/* Short integrals by a Taylor expansion about the midpoint m of [ua, ub], h = (ub - ua)/2:
 *     integral = sum_(k even, k < K) 2 c_k h^(k+1) / (k+1) + R,
 *     |R| <= 2 sup |c_K| |h|^(K+1) / (K+1),
 * c_k the Taylor coefficients of phi at m (for R: enclosed over [m - |h|, m + |h|], at low
 * precision, which also picks K <= TAYLOR_INT_MAX). Cheaper than the adaptive integrator
 * when phi is smooth on the scale of h (exact for a polynomial phi). Returns 0 when no such
 * K brings R below 2^-(prec+4) of the value; after repeated failures (phi not smooth enough
 * on these scales) the tail stops trying. At most 16 terms: a series costs about the square
 * of its length, and where 16 terms are not enough the adaptive integrator is cheaper (for
 * (u + log1p(e^-u))^-1/2 at u ~ 30: 1.8M instructions with up to 32 terms, 1M adaptive). */
#define TAYLOR_INT_MAX 16
static int integrate_taylor(arb_t res, embz_tail_t t, const arb_t ua, const arb_t ub,
                            slong prec)
{
    if (t->taylor_fail >= 8 && t->taylor_fail > 4 * t->taylor_ok) return 0;
    arb_t m, h, b, hp, acc, term;
    mag_t r, lim, hm;
    arb_init(m); arb_init(h); arb_init(b); arb_init(hp); arb_init(acc); arb_init(term);
    mag_init(r); mag_init(lim); mag_init(hm);
    int ok = 0;
    slong Kmax = TAYLOR_INT_MAX;
    arb_ptr c = _arb_vec_init(Kmax + 1);
    arb_add(m, ua, ub, prec);
    arb_mul_2exp_si(m, m, -1);
    arb_sub(h, ub, ua, prec);
    arb_mul_2exp_si(h, h, -1);
    arb_get_mag(hm, h);
    if (mag_cmp_2exp_si(hm, 0) <= 0) {                   /* |h| <= 1 */
        arb_set(b, m);
        arb_add_error_mag(b, hm);
        slong K = -1;
        if (embz_tail_phi_series(c, t, b, Kmax + 1, 64) == EMBZ_OK) {
            /* size of the value: about 2 h |phi| */
            arb_get_mag_lower(lim, c);
            mag_mul(lim, lim, hm);
            mag_mul_2exp_si(lim, lim, -prec - 3);
            for (slong k = 4; k <= Kmax && K < 0; k += 4) {
                arb_get_mag(r, c + k);
                mag_t hk;
                mag_init(hk);
                mag_pow_ui(hk, hm, (ulong) k + 1);
                mag_mul(r, r, hk);
                mag_mul_2exp_si(r, r, 1);
                mag_div_ui(r, r, (ulong) k + 1);
                mag_clear(hk);
                if (mag_is_finite(r) && mag_cmp(r, lim) <= 0) K = k;
            }
        }
        if (K > 0 && embz_tail_phi_series(c, t, m, K, prec) == EMBZ_OK) {
            arb_zero(acc);
            arb_set(hp, h);                              /* h^(k+1) */
            arb_mul(b, h, h, prec);                      /* h^2 */
            for (slong k = 0; k < K; k += 2) {
                arb_mul(term, c + k, hp, prec);
                arb_div_ui(term, term, (ulong) k + 1, prec);
                arb_add(acc, acc, term, prec);
                arb_mul(hp, hp, b, prec);
            }
            arb_mul_2exp_si(acc, acc, 1);
            if (arb_is_finite(acc)) {
                arb_add_error_mag(acc, r);
                arb_set(res, acc);
                ok = 1;
            }
        }
    }
    if (ok) t->taylor_ok++;
    else if (mag_cmp_2exp_si(hm, 0) <= 0) t->taylor_fail++;   /* (long pieces: not tried) */
    _arb_vec_clear(c, Kmax + 1);
    arb_clear(m); arb_clear(h); arb_clear(b); arb_clear(hp); arb_clear(acc); arb_clear(term);
    mag_clear(r); mag_clear(lim); mag_clear(hm);
    return ok;
}

/* The adaptive integrator gets a bounded effort per call on pieces longer than 2 (its
 * default, 1000 prec + prec^2 evaluations, spent tens of seconds on atan(e^u), which has
 * branch points at distance pi/2 from every real u); when the result is then neither within
 * 2^12 of the tolerance nor accurate to prec - 20 bits, the piece is halved, so the
 * subdivision follows the strip of analyticity instead of one long rule. Pieces of length
 * at most 2 get the default effort. */
#define INTEGRATE_EVALS_PER_BIT 40
#define INTEGRATE_MAX_HALVINGS 16

static int integrate_u_depth(arb_t res, embz_tail_t t, const arb_t ua, const arb_t ub,
                             slong prec, int depth);

static int integrate_u(arb_t res, embz_tail_t t, const arb_t ua, const arb_t ub, slong prec)
{
    return integrate_u_depth(res, t, ua, ub, prec, 0);
}

static int integrate_u_depth(arb_t res, embz_tail_t t, const arb_t ua, const arb_t ub,
                             slong prec, int depth)
{
    if (integrate_taylor(res, t, ua, ub, prec)) {
        t->integrals++;
        return EMBZ_OK;
    }
    acb_t a, b, r;
    mag_t tol;
    acb_calc_integrate_opt_t opt;
    acb_init(a); acb_init(b); acb_init(r);
    mag_init(tol);
    acb_calc_integrate_opt_init(opt);
    acb_set_arb(a, ua);
    acb_set_arb(b, ub);
    /* absolute tolerance relative to the size of the integrand at the larger end (for a
     * growing phi such as e^(u/2) the integral is about the value at the right end; a
     * tolerance from the left end would ask for far more than 2^-prec relative accuracy) */
    {
        acb_t fa, fb;
        mag_t mb;
        acb_init(fa); acb_init(fb);
        mag_init(mb);
        phi_acb(fa, a, t, 0, 64);
        phi_acb(fb, b, t, 0, 64);
        if (acb_is_finite(fa)) acb_get_mag(tol, fa);
        if (acb_is_finite(fb)) {
            acb_get_mag(mb, fb);
            if (mag_cmp(mb, tol) > 0) mag_set(tol, mb);
        }
        mag_mul_2exp_si(tol, tol, -prec - 4);
        if (mag_is_zero(tol) || !mag_is_finite(tol))
            mag_set_ui_2exp_si(tol, 1, -prec - 4);
        acb_clear(fa); acb_clear(fb);
        mag_clear(mb);
    }
    arb_t len;
    arb_init(len);
    arb_sub(len, ub, ua, prec);
    int longer = arf_cmpabs_2exp_si(arb_midref(len), 1) > 0;     /* halves of length >= 1 */
    arb_clear(len);
    if (longer && depth < INTEGRATE_MAX_HALVINGS)
        opt->eval_limit = INTEGRATE_EVALS_PER_BIT * prec;           /* else the default */
    acb_calc_integrate(r, phi_acb, t, a, b, prec, tol, opt, prec + 10);
    t->integrals++;
    int st = EMBZ_OK;
    mag_t lim;
    mag_init(lim);
    mag_mul_2exp_si(lim, tol, 12);
    if ((!acb_is_finite(r) || (mag_cmp(arb_radref(acb_realref(r)), lim) > 0
                                && arb_rel_accuracy_bits(acb_realref(r)) < prec - 20))
        && longer && depth < INTEGRATE_MAX_HALVINGS) {
        /* halve: [ua, m] + [m, ub], m an exact midpoint */
        arb_t m, r1, r2;
        arb_init(m); arb_init(r1); arb_init(r2);
        arb_add(m, ua, ub, prec);
        arb_mul_2exp_si(m, m, -1);
        arb_set_arf(m, arb_midref(m));
        st = integrate_u_depth(r1, t, ua, m, prec, depth + 1);
        if (st == EMBZ_OK) st = integrate_u_depth(r2, t, m, ub, prec, depth + 1);
        if (st == EMBZ_OK) arb_add(res, r1, r2, prec);
        arb_clear(m); arb_clear(r1); arb_clear(r2);
        mag_clear(lim);
        acb_clear(a); acb_clear(b); acb_clear(r);
        mag_clear(tol);
        return st;
    }
    mag_clear(lim);
    if (!acb_is_finite(r)) st = EMBZ_ERR_PREC;
    arb_set(res, acb_realref(r));
    /* the integrand is real on the real axis: the imaginary part is noise */
    acb_clear(a); acb_clear(b); acb_clear(r);
    mag_clear(tol);
    return st;
}

/* the bisection predicate at index x (see tail_bisect): 1 / 0, or EMBZ_ERR_* < 0 */
static int tail_left(embz_tail_t t, const fmpz_t x, const arb_t v, int mode, slong prec)
{
    arb_t xb, w;
    arb_init(xb); arb_init(w);
    int res;
    arb_set_fmpz(xb, x);
    if (embz_expr_eval_arb(w, t->w, xb, t->n, prec) != EMBZ_OK) {
        res = -EMBZ_ERR_DOMAIN;
    } else {
        int above = arb_gt(w, v);
        if (mode == 0) {
            if (!above && !arb_lt(w, v)) res = -EMBZ_ERR_PREC;
            else res = (t->dir > 0) == (above != 0);
        } else if (mode == 1) {
            res = t->dir > 0 ? above : arb_le(w, v);
        } else {
            res = t->dir > 0 ? !arb_le(w, v) : !above;
        }
    }
    arb_clear(xb); arb_clear(w);
    return res;
}

/* Bisection on the index for the boundary between a left part (M, a] and the rest of
 * (M, upto]: the left part is "w > v" for a non-increasing tail and "w <= v" for a
 * non-decreasing one. mode 0: every comparison must be decided (EMBZ_ERR_PREC otherwise);
 * mode 1: an index is left when it is certainly left; mode 2: when it is not certainly right.
 * A certified comparison at an index also holds beyond it on the far side (the weights are
 * monotone), so modes 1 and 2 give the lower and upper ends of the true boundary. */
static int tail_bisect(fmpz_t a, embz_tail_t t, const arb_t v, const fmpz_t upto, int mode,
                       slong prec)
{
    fmpz_t b, mid;
    int st = EMBZ_OK;
    fmpz_init(b); fmpz_init(mid);
    fmpz_set_si(a, t->M);
    fmpz_add_ui(b, upto, 1);
    for (;;) {
        fmpz_sub(mid, b, a);
        if (fmpz_cmp_ui(mid, 1) <= 0) break;
        fmpz_add(mid, a, b);
        fmpz_fdiv_q_2exp(mid, mid, 1);
        int left = tail_left(t, mid, v, mode, prec);
        if (left < 0) { st = -left; break; }
        if (left) fmpz_set(a, mid);
        else fmpz_set(b, mid);
    }
    fmpz_clear(b); fmpz_clear(mid);
    return st;
}

int embz_tail_count(fmpz_t res, embz_tail_t t, const arb_t v, const fmpz_t upto, slong prec)
{
    /* the indices with w > v form a prefix (non-increasing) or a suffix (non-decreasing) of
     * (M, upto] */
    fmpz_t a;
    fmpz_init(a);
    int st = tail_bisect(a, t, v, upto, 0, prec);
    if (st == EMBZ_OK) {
        if (t->dir > 0) fmpz_sub_si(res, a, t->M);       /* indices M+1 .. a */
        else fmpz_sub(res, upto, a);                     /* indices a+1 .. upto */
    }
    fmpz_clear(a);
    return st;
}

/* Beyond about 2^prec the set of undecided indices is wide, and bisection to its exact
 * edges costs one evaluation per bit of the index. Instead: the root x* of f(x) = v by Newton
 * in s = ln x (embz_tail_log_root), then b0 = floor(x* (1 - e)) with the mode-1 predicate
 * true and b1 + 1 = ceil(x* (1 + e)) with the mode-2 predicate false, e = 2^-(prec - 10) |s|
 * (what s at prec bits can locate): the same guarantees as the bisection's ends (by
 * monotonicity), with an undecided range about 2 e x* wide instead of the smallest one. A v
 * beyond the tail's range is settled by the predicates at its ends (all or none counted).
 * EMBZ_ERR_PREC when the checks fail (the caller bisects). */
static int tail_bracket(fmpz_t b0, fmpz_t b1, embz_tail_t t, const arb_t v, const fmpz_t upto,
                        slong prec)
{
    arb_t lv, slo, shi, s, x, e;
    fmpz_t xa, xb;
    arb_init(lv); arb_init(slo); arb_init(shi); arb_init(s); arb_init(x); arb_init(e);
    fmpz_init(xa); fmpz_init(xb);
    int st = EMBZ_ERR_PREC;
    /* v beyond the tail's range: the predicates hold (or fail) at its far end already */
    fmpz_set_si(xa, t->M + 1);
    if (tail_left(t, upto, v, 1, prec) == 1) {
        fmpz_set(b0, upto);
        fmpz_set(b1, upto);
        st = EMBZ_OK;
    } else if (tail_left(t, xa, v, 2, prec) == 0) {
        fmpz_set_si(b0, t->M);
        fmpz_set_si(b1, t->M);
        st = EMBZ_OK;
    }
    if (st == EMBZ_OK) goto out;
    if (t->usplit && arb_is_positive(v)) {
        arb_log(lv, v, prec);
        arb_set_si(slo, t->M + 1);
        arb_log(slo, slo, prec);
        arb_set_fmpz(shi, upto);
        arb_log(shi, shi, prec);
        st = embz_tail_log_root(s, t, lv, slo, shi, prec);
    }
    if (st == EMBZ_OK) {
        /* s is known to about 2^-prec |s| (absolute), so x to that relative precision */
        slong eb = prec - 10 - FLINT_MAX(0, arf_abs_bound_lt_2exp_si(arb_midref(s)));
        arb_exp(x, s, prec);
        arb_mul_2exp_si(e, x, -eb);
        arb_sub(e, x, e, prec);
        arf_get_fmpz(xa, arb_midref(e), ARF_RND_FLOOR);
        arb_mul_2exp_si(e, x, -eb);
        arb_add(e, x, e, prec);
        arf_get_fmpz(xb, arb_midref(e), ARF_RND_CEIL);
        /* the ends M and upto + 1 hold the predicates by convention (as in tail_bisect) */
        if (fmpz_cmp_si(xa, t->M) < 0) fmpz_set_si(xa, t->M);
        if (fmpz_cmp(xb, upto) > 0) fmpz_add_ui(xb, upto, 1);
        st = EMBZ_ERR_PREC;
        if (fmpz_cmp(xa, xb) < 0
            && (fmpz_cmp_si(xa, t->M) == 0 || tail_left(t, xa, v, 1, prec) == 1)
            && (fmpz_cmp(xb, upto) > 0 || tail_left(t, xb, v, 2, prec) == 0)) {
            fmpz_set(b0, xa);
            fmpz_sub_ui(b1, xb, 1);
            st = EMBZ_OK;
        }
    }
out:
    arb_clear(lv); arb_clear(slo); arb_clear(shi); arb_clear(s); arb_clear(x); arb_clear(e);
    fmpz_clear(xa); fmpz_clear(xb);
    return st;
}

int embz_tail_count_range(fmpz_t lo, fmpz_t hi, arb_t tie, embz_tail_t t, const arb_t v,
                          const fmpz_t upto, slong prec)
{
    fmpz_t bnd[2], mid;
    arb_t x, w;
    fmpz_init(bnd[0]); fmpz_init(bnd[1]); fmpz_init(mid);
    arb_init(x); arb_init(w);
    int st = EMBZ_ERR_PREC;
    if (fmpz_bits(upto) > (flint_bitcnt_t) prec - 16)
        st = tail_bracket(bnd[0], bnd[1], t, v, upto, prec);
    if (st != EMBZ_OK) {
        st = tail_bisect(bnd[0], t, v, upto, 1, prec);
        if (st == EMBZ_OK) st = tail_bisect(bnd[1], t, v, upto, 2, prec);
    }
    if (st == EMBZ_OK) {
        /* indices bnd[0] + 1 .. bnd[1] are undecided */
        if (t->dir > 0) {
            fmpz_sub_si(lo, bnd[0], t->M);
            fmpz_sub_si(hi, bnd[1], t->M);
        } else {
            fmpz_sub(lo, upto, bnd[1]);
            fmpz_sub(hi, upto, bnd[0]);
        }
        /* the undecided weights exceed v by at most their largest value minus v */
        arb_zero(tie);
        if (fmpz_cmp(lo, hi) < 0) {
            if (t->dir > 0) fmpz_add_ui(mid, bnd[0], 1);
            else fmpz_set(mid, bnd[1]);
            arb_set_fmpz(x, mid);
            if (embz_expr_eval_arb(w, t->w, x, t->n, prec) != EMBZ_OK) st = EMBZ_ERR_DOMAIN;
            else {
                arb_sub(w, w, v, prec);
                arf_t u;
                arf_init(u);
                arb_get_ubound_arf(u, w, prec);
                if (arf_sgn(u) > 0) arb_set_arf(tie, u);
                arf_clear(u);
            }
        }
    }
    fmpz_clear(bnd[0]); fmpz_clear(bnd[1]); fmpz_clear(mid);
    arb_clear(x); arb_clear(w);
    return st;
}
____
- _YOUR TASK_
Reproduce exactly, and with no other material, the lines between those holding "upto, 2, prec);" and "fmpz_sub(lo, upto, bnd[1]);", inclusive.

- _OUTPUT_
        if (st == EMBZ_OK) st = tail_bisect(bnd[1], t, v, upto, 2, prec);
    }
    if (st == EMBZ_OK) {
        /* indices bnd[0] + 1 .. bnd[1] are undecided */
        if (t->dir > 0) {
            fmpz_sub_si(lo, bnd[0], t->M);
            fmpz_sub_si(hi, bnd[1], t->M);
        } else {
            fmpz_sub(lo, upto, bnd[1]);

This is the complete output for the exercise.